Don’t be “that guy” on the mountain wearing blue jeans in a blizzard. You look like a joke and you will no doubt be cold and wet after just a couple runs. So do yourself a favor and get some decent snow pants.
Your legs are more resilient to the cold than the core of your body, so typically you don’t need snow pants with insulation to be comfortable. However, if you’re a total wimp when it comes to cold, or if you are constantly in sub-zero temps, you can find some models that are insulated.
Snow pants use a membrane which is bonded to the backside of the face fabric to keep out the wind and wet. In order to stay comfortable you need your pants to let out the excess moisture generated by your body (breathability), while at the same time not letting wind and water in (water resistance). This is the function of the membrane.
You’ll see two numbers relating to the water resistance and breathability for each pant. Water resistance is measured in millimeters and ranges from 5,000mm (light resistance) to 20,000mm (heavy-duty resistance). Breathability is measure in grams and ranges from 5,000gm (not that breathable) to 20,000gm (very breathable). The exception to the rule is garments that use Gore-Tex.

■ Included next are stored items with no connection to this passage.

/**
 * Geometric loss of a centred Gaussian beam on a circular aperture of radius a with a central
 * obscuration of radius b: −10·log10[exp(−2b²/w²) − exp(−2a²/w²)], evaluated in the log domain as
 * 4.343·2b²/w² − 10·log10(1 − exp(−2(a² − b²)/w²)). It stays finite and accurate where the plain
 * difference cancels or underflows (a beam much smaller than the obscuration is blocked, not lost
 * to NaN).
 *
 * @param beamRadiusM 1/e² beam radius w [m], > 0
 * @param apertureRadiusM a [m], > b
 * @param obscurationRadiusM b [m], ≥ 0
 * @returns loss [dB], ≥ 0
 * @see Siegman A.E., "Lasers" (1986), §17.1 (encircled power of a TEM00 beam).
 */
export function centredGeometricLossDb(beamRadiusM: number, apertureRadiusM: number, obscurationRadiusM: number): number {
  const inverseSquare = 2 / (beamRadiusM * beamRadiusM);
  const openFraction = -Math.expm1(-inverseSquare * (apertureRadiusM - obscurationRadiusM) * (apertureRadiusM + obscurationRadiusM));
  if (obscurationRadiusM === 0) {
    return -10 * Math.log10(openFraction) + 0; // + 0: no −0 when the whole beam is captured
  }
  const shadowExponent = inverseSquare * obscurationRadiusM * obscurationRadiusM;
  return DB_PER_NEPER_POWER * shadowExponent - 10 * Math.log10(openFraction);
}


/** Numbers of one evaluation of the chain (all losses positive, in dB). */
export interface ChainResult {
  beamRadiusAtReceiverM: number;
  /** long-term beam radius W_LT [m]; W when spherical-wave or Cn² = 0 */
  longTermBeamRadiusM: number;
  /** radial rms beam wander [m]; 0 when spherical-wave or Cn² = 0 */
  beamWanderRmsM: number;
  /** 10·log10(C(0; W)/C(0; W_LT)) [dB]; 0 when spherical-wave or Cn² = 0, negative when a gain */
  turbulenceBeamSpreadLossDb: number;
  captureFraction: number;
  geometricLossDb: number;
  atmosphericLossDb: number;
  pointingLossDb: number;
  receivedPowerDbm: number;
  rytovVarianceSpherical: number;
  scintillationIndex: number;
  scintillationFadeMarginDb: number;
  linkMarginDb: number;
}

// The chain's result is written into one scratch object: the callers read it at once, and the hot
// paths (maxRange, the samplers, evaluateLink) then allocate nothing per evaluation.
const scratch: ChainResult = {
  beamRadiusAtReceiverM: 0,
  longTermBeamRadiusM: 0,
  beamWanderRmsM: 0,
  turbulenceBeamSpreadLossDb: 0,
  captureFraction: 0,
  geometricLossDb: 0,
  atmosphericLossDb: 0,
  pointingLossDb: 0,
  receivedPowerDbm: 0,
  rytovVarianceSpherical: 0,
  scintillationIndex: 0,
  scintillationFadeMarginDb: 0,
  linkMarginDb: 0,
};
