/**
 * Availability per calendar month (January … December, UTC), pooled over the years of the records;
 * only months with usable records are listed. Each record counts in the month of its timestamp
 * with the duration availabilityFromRecords gives it, so the months add up to its totals.
 *
 * @param design the link design (range, terminals, attenuation model; its own visibility is not used)
 * @param records visibility [m] per record with timestamps [ms since the epoch] (required here)
 * @param options required margin [dB] (default 0), record interval [h] (default 1), longest gap [h] (default 3)
 * @returns the months with records, in calendar order
 * @throws RangeError without timestamps, or for timestamps that do not increase
 * @see METHODS.md §11.4; Kim I.I., Korevaar E., Proc. SPIE 4530, 84–95 (2001) (method).
 */
export function availabilityByMonth(design: LinkDesignInput, records: VisibilityRecords, options: RecordsAvailabilityOptions = {}): MonthAvailability[] {
  const timestamps = records.timestampsMs;
  if (!timestamps) throw new RangeError('records.timestampsMs: the monthly availability needs a timestamp per record');
  const limit = weatherLimitOf(design, options.requiredMarginDb ?? 0);
  const { durationH } = recordDurations(records, options);
  const scale = morScale(records.visibilityDefinition) / 1000;
  const covered = new Float64Array(12);
  const down = new Float64Array(12);
  let month = 0;
  let monthStartMs = Number.NaN;
  let nextMonthMs = Number.NaN;
  for (let i = 0; i < durationH.length; i++) {
    const duration = durationH[i]!;
    if (Number.isNaN(duration)) continue;
    const time = timestamps[i]!;
    // records come in time order: a new Date only when a record leaves the current month
    if (!(time >= monthStartMs && time < nextMonthMs)) {
      const date = new Date(time);
      month = date.getUTCMonth();
      monthStartMs = Date.UTC(date.getUTCFullYear(), month, 1);
      nextMonthMs = Date.UTC(date.getUTCFullYear(), month + 1, 1);
    }
    covered[month] += duration;
    if (isDown(limit, records.visibilityM[i]! * scale)) down[month] += duration;
  }
  const months: MonthAvailability[] = [];
  for (let month = 0; month < 12; month++) {
    if (covered[month]! > 0) {
      months.push({ month: month + 1, coveredHours: covered[month]!, unavailableHours: down[month]!, availability: (covered[month]! - down[month]!) / covered[month]! });
    }
  }
  return months;
}
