/**
 * Series for the planner's charts: margin against range, margin against visibility, and the beam
 * envelope along the path. Plain arrays, ready for a chart library; pure and cheap (no terms built).
 */
import type { LinkDesignInput } from '../schemas/link-design.schema.js';
import { launchBeamRadiusAtRangeM } from '../beam/launch.js';
import { beamWaveAtReceiverFast } from '../turbulence/beam-wave.js';
import { evaluateChain, resolveDesign, specificAttenuationDbPerKm } from './link-chain.js';

/** Options of {@link marginVsRange}. */
export interface RangeSweepOptions {
  /** first range [m] (default 50) */
  fromM?: number;
  /** last range [m] (default twice the design range, at most 50 km) */
  toM?: number;
  /** number of samples, 2…2000 (default 101), evenly spaced */
  points?: number;
}

/** Result of {@link marginVsRange}. */
export interface RangeSweep {
  rangeM: number[];
  linkMarginDb: number[];
  receivedPowerDbm: number[];
  beamRadiusM: number[];
}

function sampleCount(points: number | undefined, fallback: number): number {
  const count = points ?? fallback;
  if (!Number.isInteger(count) || count < 2 || count > 2000) throw new RangeError('points: must be an integer from 2 to 2000');
  return count;
}

function checkInterval(fromM: number, toM: number): void {
  if (!(fromM > 0) || !Number.isFinite(fromM)) throw new RangeError('fromM: must be a finite number greater than 0');
  if (!(toM > fromM) || !Number.isFinite(toM)) throw new RangeError('toM: must be a finite number greater than fromM');
}

/**
 * Link margin, received power and beam radius at evenly spaced ranges, all else as designed.
 *
 * @param design the link design
 * @param options range interval [m] and number of samples
 * @returns ranges [m], margins [dB], received powers [dBm], beam radii [m]
 * @see evaluateLink (METHODS.md §10.1); the curve is usually monotone (METHODS.md §10.4).
 */
export function marginVsRange(design: LinkDesignInput, options: RangeSweepOptions = {}): RangeSweep {
  const resolved = resolveDesign(design);
  const fromM = options.fromM ?? 50;
  const toM = options.toM ?? Math.min(50_000, Math.max(2 * resolved.rangeM, fromM * 2));
  checkInterval(fromM, toM);
  const count = sampleCount(options.points, 101);
  const attenuation = specificAttenuationDbPerKm(resolved, resolved.visibility2PercentKm);
  const sweep: RangeSweep = { rangeM: [], linkMarginDb: [], receivedPowerDbm: [], beamRadiusM: [] };
  for (let i = 0; i < count; i++) {
    const rangeM = fromM + ((toM - fromM) * i) / (count - 1);
    const chain = evaluateChain(resolved, rangeM, attenuation, resolved.includeScintillation);
    sweep.rangeM.push(rangeM);
    sweep.linkMarginDb.push(chain.linkMarginDb);
    sweep.receivedPowerDbm.push(chain.receivedPowerDbm);
    sweep.beamRadiusM.push(chain.beamRadiusAtReceiverM);
  }
  return sweep;
}

/** Options of {@link marginVsVisibility}. */
export interface VisibilitySweepOptions {
  /** lowest visibility [m] (default 50), in the design's visibility definition */
  fromM?: number;
  /** highest visibility [m] (default 50 000) */
  toM?: number;
  /** number of samples, 2…2000 (default 61), evenly spaced in log V */
  points?: number;
}

/** Result of {@link marginVsVisibility}. */
export interface VisibilitySweep {
  /** visibility in the design's definition [m] */
  visibilityM: number[];
  atmosphericLossDb: number[];
  linkMarginDb: number[];
}

/**
 * Link margin at logarithmically spaced visibilities, all else as designed (the fade margin is
 * included when the design includes it).
 *
 * @param design the link design
 * @param options visibility interval [m] and number of samples
 * @returns visibilities [m], atmospheric losses [dB], margins [dB]
 * @see Kim, McArthur & Korevaar, Proc. SPIE 4214 (2001); METHODS.md §5 and §10.5.
 */
export function marginVsVisibility(design: LinkDesignInput, options: VisibilitySweepOptions = {}): VisibilitySweep {
  const resolved = resolveDesign(design);
  const fromM = options.fromM ?? 50;
  const toM = options.toM ?? 50_000;
  checkInterval(fromM, toM);
  const count = sampleCount(options.points, 61);
  // One chain without weather gives everything but the atmospheric term, which is linear in γ.
  const base = evaluateChain(resolved, resolved.rangeM, 0, resolved.includeScintillation);
  const toTwoPercentKm = resolved.visibility2PercentKm / design.atmosphere.visibilityM; // MOR factor / 1000
  const sweep: VisibilitySweep = { visibilityM: [], atmosphericLossDb: [], linkMarginDb: [] };
  const logFrom = Math.log(fromM);
  const logStep = (Math.log(toM) - logFrom) / (count - 1);
  for (let i = 0; i < count; i++) {
    const visibilityM = Math.exp(logFrom + logStep * i);
    const lossDb = (specificAttenuationDbPerKm(resolved, visibilityM * toTwoPercentKm) * resolved.rangeM) / 1000;
    sweep.visibilityM.push(visibilityM);
    sweep.atmosphericLossDb.push(lossDb);
    sweep.linkMarginDb.push(base.linkMarginDb - lossDb);
  }
  return sweep;
}

/** Options of {@link beamEnvelope}. */
export interface BeamEnvelopeOptions {
  /** number of samples from the transmitter to the receiver, 2…2000 (default 101) */
  points?: number;
}

/** Result of {@link beamEnvelope}. */
export interface BeamEnvelope {
  /** distance from the transmit aperture [m] */
  distanceM: number[];
  /** 1/e² beam radius [m] */
  beamRadiusM: number[];
  /**
   * long-term (turbulence-spread, wander included) 1/e² radius W_LT [m] at each distance, as the
   * budget computes it at its receiver; present only for the Gaussian-beam model with Cn² > 0
   */
  longTermBeamRadiusM?: number[];
  /** receive aperture radius [m], to draw against the beam at the far end */
  receiveApertureRadiusM: number;
  /** 1/e² beam radius at the transmit aperture W0 [m] */
  transmitBeamRadiusM: number;
  beamModel: 'collimated' | 'defocused';
  /**
   * position of the beam's waist relative to the transmit aperture [m]: 0 for a collimated beam,
   * negative (a virtual waist behind the aperture) for a defocused one
   */
  waistPositionM: number;
  /** radius of that waist [m] */
  waistRadiusM: number;
  /** Rayleigh range of the beam about its waist, π·w_waist²/(M²λ) [m] */
  rayleighRangeM: number;
  /** where the Rayleigh range ends, measured from the aperture [m]: waistPositionM + rayleighRangeM (may be ≤ 0 or beyond the path) */
  rayleighRangeEndM: number;
  /** true when rayleighRangeEndM lies inside (0, rangeM]: the chart should mark it */
  rayleighRangeEndWithinPath: boolean;
}

/**
 * Beam radius along the path, with the waist and Rayleigh range of the launched beam. A defocused
 * launch (F0 < 0) is a Gaussian whose waist lies behind the aperture: with the complex beam
 * parameter 1/q = 1/R − i/z_R0 at the aperture (R = −F0 > 0, z_R0 = πW0²/(M²λ)),
 * q = z_w + i·z_R gives the distance z_w from the virtual waist and its Rayleigh range z_R.
 * With the Gaussian-beam turbulence model and Cn² > 0 it adds the long-term radius W_LT(z), each
 * sample computed as the budget computes it for a receiver at z (METHODS.md, the beam-wave model;
 * W_LT(0) = W0: no path, no spread), so the last sample is the budget's `longTermBeamRadiusM`.
 *
 * @param design the link design
 * @param options number of samples
 * @returns distances [m], beam radii [m], aperture radii [m], waist position/radius [m], Rayleigh range [m]
 * @see Kogelnik H., Li T., Appl. Opt. 5(10), 1550–1567 (1966) (q parameter); Andrews & Phillips
 *   (2005), ch. 4 (defocused launch, METHODS.md §1.5).
 */
export function beamEnvelope(design: LinkDesignInput, options: BeamEnvelopeOptions = {}): BeamEnvelope {
  const resolved = resolveDesign(design);
  const count = sampleCount(options.points, 101);
  const w0 = resolved.apertureBeamRadiusM;
  const diffractionRad = (resolved.m2 * resolved.wavelengthM) / (Math.PI * w0);
  const collimatedRayleighM = w0 / diffractionRad;
  const excess = resolved.halfAngleDivergenceRad * resolved.halfAngleDivergenceRad - diffractionRad * diffractionRad;
  let waistPositionM = 0;
  let rayleighRangeM = collimatedRayleighM;
  let waistRadiusM = w0;
  if (excess > 0) {
    const inverseCurvature = Math.sqrt(excess) / w0; // 1/R, R = −F0 = W0/√(θ² − θd²)
    const inverseRayleigh = 1 / collimatedRayleighM;
    const denominator = inverseCurvature * inverseCurvature + inverseRayleigh * inverseRayleigh;
    waistPositionM = -inverseCurvature / denominator;
    rayleighRangeM = inverseRayleigh / denominator;
    waistRadiusM = w0 / Math.sqrt(1 + (waistPositionM / rayleighRangeM) ** 2);
  }
  const envelope: BeamEnvelope = {
    distanceM: [],
    beamRadiusM: [],
    receiveApertureRadiusM: resolved.apertureDiameterM / 2,
    transmitBeamRadiusM: w0,
    beamModel: excess > 0 ? 'defocused' : 'collimated',
    waistPositionM,
    waistRadiusM,
    rayleighRangeM,
    rayleighRangeEndM: waistPositionM + rayleighRangeM,
    rayleighRangeEndWithinPath: waistPositionM + rayleighRangeM > 0 && waistPositionM + rayleighRangeM <= resolved.rangeM,
  };
  for (let i = 0; i < count; i++) {
    const distanceM = (resolved.rangeM * i) / (count - 1);
    const relative = (distanceM - waistPositionM) / rayleighRangeM;
    envelope.distanceM.push(distanceM);
    envelope.beamRadiusM.push(waistRadiusM * Math.sqrt(1 + relative * relative));
  }
  if (resolved.gaussianBeam && resolved.cn2 > 0) {
    const { wavelengthM, halfAngleDivergenceRad, m2, cn2 } = resolved;
    envelope.longTermBeamRadiusM = envelope.distanceM.map((distanceM) => {
      if (distanceM === 0) return w0;
      const freeSpaceM = launchBeamRadiusAtRangeM(wavelengthM, w0, halfAngleDivergenceRad, m2, distanceM);
      return beamWaveAtReceiverFast(wavelengthM, w0, halfAngleDivergenceRad, m2, distanceM, cn2, freeSpaceM, false).longTermBeamRadiusM;
    });
  }
  return envelope;
}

Gore-Tex is a patented waterproof/breathable membrane that several outerwear manufacturers use in their high-end product lines. It provides maximum breathability while guaranteeing to keep you dry, no matter what.
Snow pants come in a variety of fits to suit your style. Whether you want to look like you’re wearing a pair of skinny jeans or you like looking like you have on some baggy JNCOs from 90’s, there’s a pair of pants for you!
We still carry some bib pant styles which are great for keeping snow from creeping up you back or down your pants. Volcom offers a zipper jacket-to-pant interface that’s a good alternative if you don’t want to rock a bib. Most jackets are equipped with a “snow skirt” that can link up with pants to help seal out the snow as well.
The face material of snow pants are coated with a Durable Water Repellent (commonly called DWR) finish. This forces water to bead into pellets and roll off, rather than soaking into the face fabric (think of those frozen stiff jeans). This is not ultimately what keeps you dry, but it does help the face fabric from absorbing moisture and becoming heavy and cold. The DWR won’t last forever, but you can revitalize it by throwing your pants in the dryer on low heat for a cycle or through purchasing a wash-in or spray-on product like Nixwax TX Direct.